Neuburg
Bauunternehmer vor Gericht

Zwei Geschäftsführer sollen 19 Mitarbeitern über Jahre zu wenig Mindestlohn gezahlt haben

28.09.2016 | Stand 02.12.2020, 19:15 Uhr

Neuburg (szs) Zwei Geschäftsführer eines Bauunternehmens aus dem Landkreis sollen über Jahre hinweg insgesamt 19 Mitarbeiter in zu niedrige Lohnstufen eingeteilt haben. In 515 Fällen sollen sie dadurch insgesamt 221 000 Euro zu wenig Mindestlohn und Sozialleistungen bezahlt haben - strafbar als Vorenthalten und Veruntreuen von Arbeitsentgelt.

Die Kernfrage in dem Verfahren ist aber, ob die Beschäftigten von ihrer Arbeitsleistung her wirklich Anspruch auf mehr Lohn gehabt hätten. Um diese Frage zu klären, will das Gericht weitere Zeugen hören.

Was genau grenzt einen ungelernten Hilfsarbeiter von einer qualifizierten Fachkraft ab? Wo hören Handlangerdienste auf und wo beginnt das planvolle, handwerkliche Agieren? Antworten auf diese Fragen bestimmen, in welche Lohngruppe ein Arbeiter auf der Baustelle eingruppiert wird: Je nachdem muss der Arbeitgeber Mindestlohn 1 oder Mindestlohn 2 zahlen. "Wir haben es hier mit einer sehr schwierigen Systematik zu tun", leitete Richterin Celina Nappenbach das Verfahren ein.

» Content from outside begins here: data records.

#include "read/crystal.h"

#include <errno.h>
#include <math.h>
#include <stdarg.h>
#include <stdio.h>
#include <stdlib.h>
#include <string.h>
#include <sys/stat.h>

#include "base/number.h"
#include "physics/cell.h"
#include "physics/structure.h"
#include "physics/symmetry.h"
#include "read/unpack.h"

/* Every name that is read, in the spelling of bh_cif_item. */
static const char *const wanted[] = {
	"_cell_length_a",
	"_cell_length_b",
	"_cell_length_c",
	"_cell_angle_alpha",
	"_cell_angle_beta",
	"_cell_angle_gamma",
	"_cell_volume",
	"_cell_formula_units_z",
	"_cell_z_pdb",
	"_cell_modulation_dimension",
	"_symmetry_equiv_pos_as_xyz",
	"_space_group_symop_operation_xyz",
	"_symmetry_space_group_name_hall",
	"_space_group_name_hall",
	"_symmetry_space_group_name_h-m",
	"_space_group_name_h-m_alt",
	"_space_group_name_h-m_ref",
	"_space_group_name_h-m_full",
	"_symmetry_int_tables_number",
	"_space_group_it_number",
	"_space_group_symop_magn_operation_xyz",
	"_space_group_magn_name_bns",
	"_space_group_symop_ssg_operation_algebraic",
	"_space_group_symop_magn_ssg_operation_algebraic",
	"_space_group_symop_magn_ssg_operation_xyz",
	"_atom_site_label",
	"_atom_site_id",
	"_atom_site_label_atom_id",
	"_atom_site_type_symbol",
	"_atom_site_fract_x",
	"_atom_site_fract_y",
	"_atom_site_fract_z",
	"_atom_site_cartn_x",
	"_atom_site_cartn_y",
	"_atom_site_cartn_z",
	"_atom_site_occupancy",
	"_atom_site_u_iso_or_equiv",
	"_atom_site_b_iso_or_equiv",
	"_atom_site_calc_flag",
	"_atom_site_disorder_assembly",
	"_atom_site_disorder_group",
	"_atom_site_label_alt_id",
	"_atom_site_aniso_label",
	"_atom_site_anisotrop_id",
	"_atom_site_aniso_u_11",
	"_atom_site_aniso_u_22",
	"_atom_site_aniso_u_33",
	"_atom_site_aniso_u_12",
	"_atom_site_aniso_u_13",
	"_atom_site_aniso_u_23",
	"_atom_site_aniso_b_11",
	"_atom_site_aniso_b_22",
	"_atom_site_aniso_b_33",
	"_atom_site_aniso_b_12",
	"_atom_site_aniso_b_13",
	"_atom_site_aniso_b_23",
	"_atom_site_aniso_beta_11",
	"_atom_site_aniso_beta_22",
	"_atom_site_aniso_beta_33",
	"_atom_site_aniso_beta_12",
	"_atom_site_aniso_beta_13",
	"_atom_site_aniso_beta_23",
	"_atom_site_anisotrop_u[1][1]",
	"_atom_site_anisotrop_u[2][2]",
	"_atom_site_anisotrop_u[3][3]",
	"_atom_site_anisotrop_u[1][2]",
	"_atom_site_anisotrop_u[1][3]",
	"_atom_site_anisotrop_u[2][3]",
	"_chemical_formula_sum",
	"_exptl_crystal_density_diffrn",
};

void bh_crystal_remark(bh_crystal *crystal, bh_severity severity, bh_place place,
		       const char *format, ...)
{
	bh_phase *phase = crystal->phase;
	bh_remark *grown = bh_grow(crystal->arena, phase->remarks, bh_remark,
				   phase->remark_count, phase->remark_count + 1);
	char *text, *cut;
	va_list args;

	va_start(args, format);
	text = bh_arena_vformat(crystal->arena, format, args);
	va_end(args);
	if (!grown || !text) {
		crystal->problems->lost = true;
		return;
	}
	cut = strchr(text, '\n');
	if (cut)
		*cut++ = '\0';
	phase->remarks = grown;
	phase->remarks[phase->remark_count++] =
		(bh_remark){ severity, text, cut ? cut : "", place };
}

void bh_crystal_list(bh_text *list, const char *label)
{
	enum { LISTED = 100 };

	size_t n = strlen(label);

	if (list->length >= n && memcmp(list->bytes + list->length - n, label, n) == 0)
		return;
	if (list->length <= LISTED)
		bh_text_format(list, "%s%s", list->length ? ", " : "", label);
	else if (list->bytes[list->length - 1] != '.')
		bh_text_add(list, " ...");
}

bh_place bh_crystal_place(const bh_crystal *crystal, const bh_cif_item *item)
{
	return (bh_place){ crystal->cif->file,
			   (int)(item ? item->line : crystal->block->line), 1 };
}

const bh_cif_value *bh_crystal_value(const bh_crystal *crystal, const char *names)
{
	const bh_cif_item *item = bh_cif_find(crystal->block, names);

	return item && item->count == 1 && !bh_cif_is_unknown(&item->values[0])
		       ? &item->values[0]
		       : NULL;
}

static const char *const cell_names[6] = { "_cell_length_a",   "_cell_length_b",
					   "_cell_length_c",   "_cell_angle_alpha",
					   "_cell_angle_beta", "_cell_angle_gamma" };

static bool has_cell(const bh_cif_block *block)
{
	return bh_cif_find(block, cell_names[0]) != NULL;
}

/* One value of the cell. An angle that is not mentioned is 90°, as the dictionary says. */
static bool cell_value(bh_crystal *c, double *value, int i)
{
	const bh_cif_item *item = bh_cif_find(c->block, cell_names[i]);
	double low = i < 3 ? 0.5 : 10, high = i < 3 ? 2000 : 170;
	char text[32];

	if (!item && i >= 3) {
		*value = 90;
		bh_crystal_remark(c, BH_NOTE, bh_crystal_place(c, NULL),
				  "%s is not given: 90° is taken", cell_names[i]);
		return true;
	}
	if (!item || bh_cif_is_unknown(&item->values[0]))
		return bh_problem(c->problems, bh_crystal_place(c, item),
				  "%s is not known\nwrite its value into the file",
				  cell_names[i]);
	bh_cif_text(text, sizeof text, &item->values[0]);
	if (!bh_cif_number(value, NULL, &item->values[0]) ||
	    !(*value >= low && *value <= high))
		return bh_problem(c->problems, bh_cif_place(c->cif, &item->values[0]),
				  "%s is \"%s\"\nallowed: a number from %g to %g, like %s",
				  cell_names[i], text, low, high,
				  i < 3 ? "4.7602(4)" : "101.3(1)");
	return true;
}

static bool read_cell(bh_crystal *c)
{
	double v[6];
	bool good = true;
	bh_cell *cell = &c->phase->cell;

	if (!has_cell(c->block))
		return bh_problem(c->problems, bh_crystal_place(c, NULL),
				  "data block \"%s\" has no cell\nit takes _cell_length_a "
				  "and the others",
				  c->block->name);
	for (int i = 0; i < 6; i++)
		good = cell_value(c, &v[i], i) && good;
	if (!good)
		return false;
	*cell = (bh_cell){ v[0], v[1], v[2], v[3], v[4], v[5] };
	/* real cells are reduced to 0.1 and more of the product of their edges */
	if (!(bh_cell_volume_A3(cell) > 0.01 * v[0] * v[1] * v[2]))
		return bh_problem(
			c->problems,
			bh_crystal_place(c, bh_cif_find(c->block, cell_names[3])),
			"this cell is flat: %g, %g, %g° leave a volume of %.3g Å³\neach "
			"angle must be less than the sum of the other two, all three less "
			"than 360",
			v[3], v[4], v[5], bh_cell_volume_A3(cell));
	return true;
}

/* A cell that does not quite obey its group is made to; one that is far off is refused. */
static bool fit_cell(bh_crystal *c)
{
	bh_phase *phase = c->phase;
	double misfit = bh_symmetry_misfit(&phase->group, &phase->cell);
	bh_place place = bh_crystal_place(c, bh_cif_find(c->block, cell_names[0]));

	if (!(misfit <= BH_MISFIT_MOST))
		return bh_problem(c->problems, place,
				  "this cell does not have the symmetry of %s (off by %.2g)\n"
				  "the file contradicts itself: check cell, symbol and "
				  "operations",
				  phase->group.symbol, misfit);
	if (misfit > 2e-5)
		bh_crystal_remark(c, misfit > 1e-3 ? BH_CAUTION : BH_NOTE, place,
				  "the cell does not quite have the symmetry of %s (off by "
				  "%.1g): the mean under its operations is used",
				  phase->group.symbol, misfit);
	if (misfit > 1e-12)
		bh_symmetry_fit_cell(&phase->cell, &phase->group);
	return true;
}

static bool same_word(const char *a, const char *b)
{
	while (*a && (*a | 32) == (*b | 32)) {
		a++;
		b++;
	}
	return *a == *b;
}

/* A list of the data blocks with a cell, for messages. */
static void list_blocks(char *to, size_t room, const bh_cif *cif)
{
	size_t n = 0;

	to[0] = '\0';
	for (size_t i = 0; i < cif->count && n + 40 < room; i++)
		if (has_cell(&cif->blocks[i]))
			n += (size_t)snprintf(to + n, room - n, "%s#%zu %.24s", n ? ", " : "",
					      i + 1, cif->blocks[i].name);
}

/* The block that was asked for by name, else by number. */
static bool named_block(bh_crystal *c, const char *name, bh_place asked)
{
	const bh_cif *cif = c->cif;
	size_t many = 0;
	double number;
	char blocks[200];

	for (size_t i = 0; i < cif->count; i++)
		if (same_word(cif->blocks[i].name, name)) {
			c->block = &cif->blocks[i];
			many++;
		}
	list_blocks(blocks, sizeof blocks, cif);
	if (many > 1)
		return bh_problem(c->problems, asked,
				  "%zu data blocks of %s are named \"%s\"\nask for one by "
				  "its number: %s",
				  many, cif->file, c->block->name, blocks);
	if (many == 0 && bh_number_read(&number, name, strlen(name)) && number >= 1 &&
	    number <= (double)cif->count && number == floor(number))
		c->block = &cif->blocks[(size_t)number - 1];
	if (!c->block)
		return bh_problem(c->problems, asked,
				  "%s has no data block \"%s\"\nit has, with a cell: %s",
				  cif->file, name, *blocks ? blocks : "none");
	return true;
}

static bool first_block(bh_crystal *c, bh_place asked)
{
	const bh_cif *cif = c->cif;
	size_t with = 0;
	char blocks[200];

	for (size_t i = 0; i < cif->count; i++)
		if (has_cell(&cif->blocks[i])) {
			with++;
			c->block = c->block ? c->block : &cif->blocks[i];
		}
	if (!c->block && cif->count == 1) {
		c->block = &cif->blocks[0]; /* what it lacks is said there */
		return true;
	}
	if (!c->block)
		return bh_problem(c->problems, asked,
				  "none of the %zu data blocks of %s has a cell\nit takes "
				  "_cell_length_a and the others",
				  cif->count, cif->file);
	list_blocks(blocks, sizeof blocks, cif);
	if (with > 1)
		bh_crystal_remark(c, BH_NOTE, bh_crystal_place(c, NULL),
				  "%zu data blocks have a cell; the first, \"%s\", is "
				  "taken\nfor another put its number or name behind the "
				  "file: %s",
				  with, c->block->name, blocks);
	return true;
}

static bool build(bh_crystal *c)
{
	bh_err err = { BH_OK, 0, 0, "", "", "" };
	bh_phase *phase = c->phase;

	if (!read_cell(c) || !bh_crystal_group(c) || !fit_cell(c) || !bh_crystal_sites(c) ||
	    !bh_crystal_origin(c) || !bh_crystal_settle(c) || !bh_crystal_tensors(c))
		return false;
	phase->kind = phase->site_count ? BH_PHASE_ATOMS : BH_PHASE_POSITIONS;
	if (!bh_structure_resolve(phase, c->arena, &err)) {
		c->problems->lost = true;
		return false;
	}
	return bh_crystal_compare(c) && !c->problems->lost;
}

static bool unreadable(bh_problems *problems, bh_place asked, const char *path,
		       const char *why)
{
	bh_err err = { .code = BH_OK };

	bh_fail(&err, BH_BAD_SYSTEM, "cannot read %s: %s", path, why);
	err.line = asked.line;
	err.col = asked.col;
	snprintf(err.file, sizeof err.file, "%s", asked.file ? asked.file : path);
	return bh_problem_add(problems, &err);
}

/* The file of a path, and behind a "#" its block; a file whose name holds a "#" is that. */
static bool open_file(FILE **stream, char **path, const char **block, bh_place asked,
		      bh_problems *problems)
{
	struct stat info;
	char *cut;

	*block = NULL;
	if (stat(*path, &info) != 0 && (cut = strrchr(*path, '#')) != NULL) {
		*cut = '\0';
		*block = cut + 1;
	}
	if (stat(*path, &info) == 0 && S_ISDIR(info.st_mode))
		return unreadable(problems, asked, *path, "it is a folder");
	*stream = fopen(*path, "rb");
	return *stream || unreadable(problems, asked, *path, strerror(errno));
}

bool bh_crystal_read(bh_phase *phase, bh_arena *arena, const char *path, bh_place asked,
		     bh_problems *problems)
{
	char *file = bh_arena_text(arena, path), *bytes = NULL;
	bh_cif cif = { .count = 0 };
	bh_crystal c = { .cif = &cif,
			 .phase = phase,
			 .arena = arena,
			 .problems = problems };
	FILE *stream = NULL;
	const char *block;
	bool good;

	if (!file) {
		problems->lost = true;
		return false;
	}
	if (!open_file(&stream, &file, &block, asked, problems))
		return false;
	cif.file = file;
	good = bh_unpack(&bytes, &cif.length, arena, file, stream, problems);
	fclose(stream);
	if (!good)
		return false;
	cif.bytes = bytes;
	if (!bh_cif_parse(&cif, arena, wanted, sizeof wanted / sizeof *wanted, problems))
		return false;
	if (!asked.file)
		asked.file = file;
	if (!(block ? named_block(&c, block, asked) : first_block(&c, asked)))
		return false;
	snprintf(phase->source, sizeof phase->source, "%s, data block %s", file,
		 c.block->name);
	return build(&c);
}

Die beiden Geschäftsführer bestehen darauf, alles korrekt gehandhabt zu haben. "Notfalls ziehe ich vor das Bundesverfassungsgericht", sagte einer der Unternehmer in einer Prozesspause - eine Stunde lang zogen sich Staatsanwaltschaft, Verteidigung und Schöffengericht zu einer Beratung hinter verschlossenen Türen zurück. Einigen konnten sie sich nicht. Ein Angebot von Staatsanwältin Sandra von Dahl, im Falle von umfassenden Geständnissen Freiheitsstrafen von unter einem Jahr in Betracht zu ziehen, lehnten die Verteidiger Werner Häge und Lambert Kunz nach einer Beratung mit ihren Mandanten ab.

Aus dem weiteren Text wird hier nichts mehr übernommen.